I see him and the next thing I feel is my heart being overwhelmed by a rush of emotions. My eyes moisten but I hold my tears inside because I don’t want to appear to be a lunatic to the people around. (How I wish it was raining then!)

The man is a lost cause. He could be cured with some psychiatric help, but who would pay for his therapy? Me? A person who’s herself on medication? I could, but I choose not to because I wouldn’t know how to talk to those people, leave alone convincing them that I mean no harm.

I observe him looking at something on the ground and mumbling things. I feel his surrender to life. I feel him devoid of the will to fight, to survive. Then I shift my focus to the woman. I feel her helplessness; her’s is another life full of harsh struggles. I feel her desperation for bringing food to the dinner table. I guess her kids have grown up and probably abandonment the both of them. I feel the feeling of abandonment. I feel how insignificant their life is to them. I feel everything.
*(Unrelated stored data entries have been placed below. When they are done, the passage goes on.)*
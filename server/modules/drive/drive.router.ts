import { Drive } from '../../db/models/drive';
import { User } from '../../db/models/user';
import type { RouteDef } from '../route-table';

export function driveRoutes(): RouteDef[] {
  return [
    {
      method: 'get', path: '/api/drive', access: 'public', summary: 'The drive this site runs',
      handlers: [
        async (_req, res) => {
          const drive = await Drive.findOne({ order: [['id', 'ASC']] });
          const volunteers = await User.count({ where: { role: 'volunteer', active: true } });
          res.json({ drive, volunteers });
        },
      ],
    },
    {
      method: 'get', path: '/api/health', access: 'public', summary: 'Liveness check',
      handlers: [(_req, res) => res.json({ ok: true })],
    },
  ];
}
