import { Op, QueryTypes } from 'sequelize';
import { Need } from '../../db/models/need';
import { Recipient } from '../../db/models/recipient';
import { STEP_STATUSES, riskOf, weekAfter, weekOf, type GlanceStep } from '@shared/drive/glance';
import type { DriveGlance, GlanceNeed, GlanceWeek, StepCounts } from '@shared/schemas/glance';
import { needCounts, PROMISING_PLEDGE_STATUSES } from '../pledges/need-counts';
import { driveNow, type DriveNow } from '../bookings/drive-clock';
import { listRuns } from '../runs/runs.service';
import { listExports } from '../runs/manifest.service';
import { DAY_MS, arrivalJoin, needOfBlanket, sqlList, stepCase, weekOfSql, zoneSpans } from './glance-sql';

const emptySteps = (): StepCounts => ({ finished: 0, received: 0, checked: 0, assigned: 0, packed: 0, delivered: 0 });

/** How many weeks the timeline goes back at most. */
export const MAX_WEEKS = 52;
/** How many blankets each step lists as waiting longest. */
export const LONGEST = 3;
/** The steps a blanket can wait at; delivered is the end of the line. */
const WAITING_STEPS: GlanceStep[] = ['finished', 'received', 'checked', 'assigned', 'packed'];

/** A timestamp as SQLite hands it back from a raw query ("2026-11-30 09:15:00.000 +00:00"). */
function storedDate(v: string | Date): Date {
  if (v instanceof Date) return v;
  const m = /^(\d{4}-\d{2}-\d{2}) (\d{2}:\d{2}:\d{2}(?:\.\d+)?) ?([+-]\d{2}:\d{2}|Z)?$/.exec(v);
  return m ? new Date(`${m[1]}T${m[2]}${m[3] ?? 'Z'}`) : new Date(v);
}

/**
 * The whole drive for the coordinator and organisers, in aggregate queries only (a drive can hold
 * tens of thousands of blankets): blankets now at each step per open need and in all; per week, how
 * many were pledged and how many reached each step (from the history); the needs at risk; the
 * blankets waiting longest at each step; the next runs and the latest exports.
 */
export async function driveGlance(): Promise<DriveGlance> {
  const sequelize = Need.sequelize!;
  // Open needs, runs and the history's weeks all go by the drive's own day (decision 0015).
  const clock = await driveNow();
  const today = clock.today;
  const now = new Date(clock.nowMs);

  // Open needs of active recipients: the same needs as the home page's charts and "What's needed".
  const needs = await Need.findAll({
    attributes: ['id', 'recipientId', 'sizeCategory', 'deadline'],
    where: { deadline: { [Op.gte]: today } },
    include: [{ model: Recipient, as: 'recipient', attributes: ['id', 'name'], where: { active: true } }],
    order: [['deadline', 'ASC'], ['id', 'ASC']],
  });
  const counts = await needCounts(needs.map((n) => n.id));

  // Blankets now at each step, per need: one grouped query over the blankets.
  const byNeedStep = await sequelize.query<{ needId: number | null; step: GlanceStep | null; n: number }>(
    `SELECT ${needOfBlanket('b.id', 'b.pledgeId')} AS needId, ${stepCase('b.status')} AS step, COUNT(*) AS n
     FROM blankets b GROUP BY 1, 2`,
    { type: QueryTypes.SELECT },
  );
  const totalsByStatus = await sequelize.query<{ status: string; n: number }>(`SELECT status, COUNT(*) AS n FROM blankets GROUP BY status`, { type: QueryTypes.SELECT });
  const nowByNeed = new Map<number, StepCounts>();
  const totals = emptySteps();
  for (const r of byNeedStep) {
    if (!r.step) continue;
    totals[r.step] += Number(r.n);
    if (r.needId === null) continue;
    const row = nowByNeed.get(r.needId) ?? emptySteps();
    row[r.step] += Number(r.n);
    nowByNeed.set(r.needId, row);
  }
  const statusCount = (s: string) => Number(totalsByStatus.find((r) => r.status === s)?.n ?? 0);

  const glanceNeeds: GlanceNeed[] = [];
  for (const n of needs) {
    const c = counts.get(n.id);
    if (!c) continue;
    const risk = riskOf({ deadline: n.deadline, wanted: c.wanted, pledged: c.pledged, assigned: c.assigned }, today);
    glanceNeeds.push({
      needId: n.id,
      recipientId: n.recipientId,
      recipientName: n.recipient!.name,
      sizeCategory: n.sizeCategory,
      deadline: n.deadline,
      wanted: c.wanted,
      pledged: c.pledged,
      assignedSoFar: c.assigned,
      now: nowByNeed.get(n.id) ?? emptySteps(),
      ...risk,
    });
  }

  return {
    today,
    totals: {
      ...totals,
      wanted: glanceNeeds.reduce((s, n) => s + n.wanted, 0),
      pledged: glanceNeeds.reduce((s, n) => s + n.pledged, 0),
      inProgress: statusCount('in_progress'),
      declined: statusCount('declined'),
    },
    needs: glanceNeeds,
    weeks: await timeline(clock),
    waiting: await waitingLongest(now),
    upcomingRuns: await listRuns({ when: 'upcoming', page: 1, pageSize: 5 }).then((p) => ({ items: p.items, total: p.total })),
    recentExports: await listExports({ page: 1, pageSize: 5 }).then((p) => ({ items: p.items, total: p.total })),
  };
}

/**
 * Per week: blankets pledged (on promises still standing) and distinct blankets that reached each
 * step. For one need: its pledges, and the blankets that count for it now (assigned to it, or else
 * pledged for it), through their whole history.
 */
async function timeline(clock: DriveNow, needId?: number): Promise<GlanceWeek[]> {
  const sequelize = Need.sequelize!;
  const last = weekOf(clock.today);
  // At most MAX_WEEKS: a long drive shows its latest year.
  const earliest = new Date(Date.parse(`${last}T00:00:00Z`) - (MAX_WEEKS - 1) * 7 * DAY_MS).toISOString().slice(0, 10);
  // The zone's offsets over the weeks shown (a day either side for the zone's own offset); weeks
  // further back are not shown, so their rows may be read at the first span's offset.
  const spans = zoneSpans(clock.zone, Date.parse(`${earliest}T00:00:00Z`) - 2 * DAY_MS, clock.nowMs + 2 * DAY_MS);
  const forNeed = needId === undefined ? '' : `AND e.blanketId IN (SELECT b.id FROM blankets b WHERE ${needOfBlanket('b.id', 'b.pledgeId')} = :needId)`;
  const reached = await sequelize.query<{ week: string; step: GlanceStep; n: number }>(
    `SELECT ${weekOfSql('e.createdAt', spans)} AS week, m.step AS step, COUNT(DISTINCT e.blanketId) AS n
     FROM blanket_events e ${arrivalJoin('e')}
     WHERE 1 = 1 ${forNeed}
     GROUP BY week, m.step`,
    { type: QueryTypes.SELECT, replacements: { needId: needId ?? null } },
  );
  const pledged = await sequelize.query<{ week: string; n: number }>(
    `SELECT ${weekOfSql('createdAt', spans)} AS week, SUM(quantity) AS n FROM pledges
     WHERE status IN (${sqlList(PROMISING_PLEDGE_STATUSES)}) ${needId === undefined ? '' : 'AND needId = :needId'}
     GROUP BY week`,
    { type: QueryTypes.SELECT, replacements: { needId: needId ?? null } },
  );
  const firsts = [...reached.map((r) => r.week), ...pledged.map((r) => r.week)].filter((w) => w <= last).sort();
  if (firsts.length === 0) return [];
  let first = firsts[0]!;
  if (first < earliest) first = earliest;
  const weeks: GlanceWeek[] = [];
  for (let w = first; w <= last; w = weekAfter(w)) {
    const row: GlanceWeek = { week: w, pledged: 0, reached: emptySteps() };
    row.pledged = Number(pledged.find((p) => p.week === w)?.n ?? 0);
    for (const r of reached) if (r.week === w) row.reached[r.step] = Number(r.n);
    weeks.push(row);
  }
  return weeks;
}

/** GET /api/drive/glance/weeks: the week-by-week figures of one need. */
export async function glanceWeeks(needId: number): Promise<GlanceWeek[]> {
  return timeline(await driveNow(), needId);
}

/**
 * The blankets that have stood longest at each step, since the history entry that brought them to
 * their present status (or since they were logged, for a blanket with no such entry), and how many
 * stand there in all: one query ranking within each step.
 */
async function waitingLongest(now: Date): Promise<DriveGlance['waiting']> {
  const sequelize = Need.sequelize!;
  const since = `COALESCE((SELECT MAX(e.createdAt) FROM blanket_events e WHERE e.blanketId = b.id AND e.toStatus = b.status), b.createdAt)`;
  // Each step's few longest, then how many stand at each step: a sort per step is cheaper than
  // ranking every blanket of the drive in one window.
  const longest = await sequelize.query<{ id: number; code: string; step: GlanceStep; since: string | Date; recipientName: string | null }>(
    WAITING_STEPS.map(
      (step) => `SELECT * FROM (
        SELECT b.id AS id, b.code AS code, ${quote(step)} AS step, ${since} AS since, r.name AS recipientName
        FROM blankets b LEFT JOIN recipients r ON r.id = b.recipientId
        WHERE b.status IN (${sqlList(STEP_STATUSES[step])})
        ORDER BY since ASC, b.id ASC LIMIT :longest)`,
    ).join(' UNION ALL '),
    { type: QueryTypes.SELECT, replacements: { longest: LONGEST } },
  );
  const counts = await sequelize.query<{ step: GlanceStep | null; n: number }>(`SELECT ${stepCase('status')} AS step, COUNT(*) AS n FROM blankets GROUP BY 1`, {
    type: QueryTypes.SELECT,
  });
  return WAITING_STEPS.map((step) => ({
    step,
    count: Number(counts.find((c) => c.step === step)?.n ?? 0),
    longest: longest
      .filter((r) => r.step === step)
      .map((r) => {
        const at = storedDate(r.since);
        return { id: r.id, code: r.code, since: at.toISOString(), days: Math.max(0, Math.floor((now.getTime() - at.getTime()) / DAY_MS)), recipientName: r.recipientName };
      }),
  }));
}

const quote = (s: string) => `'${s}'`;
I cannot help but connect with them on an emotional level.

I feel.

Perhaps I feel too much.

Does that make me human, or just a really sad person?

Is being human, being sad?

I guess we’re all connected; pain connects us. Pain is good. Without the pain, there wouldn’t be any sharing and bonding. And still, we’re too proud to share the pain. Why are we so screwed up? Life’s simple: talk, share, bond.

Come out and share your stories. I would feel happy that I’m not the only one going through life struggles.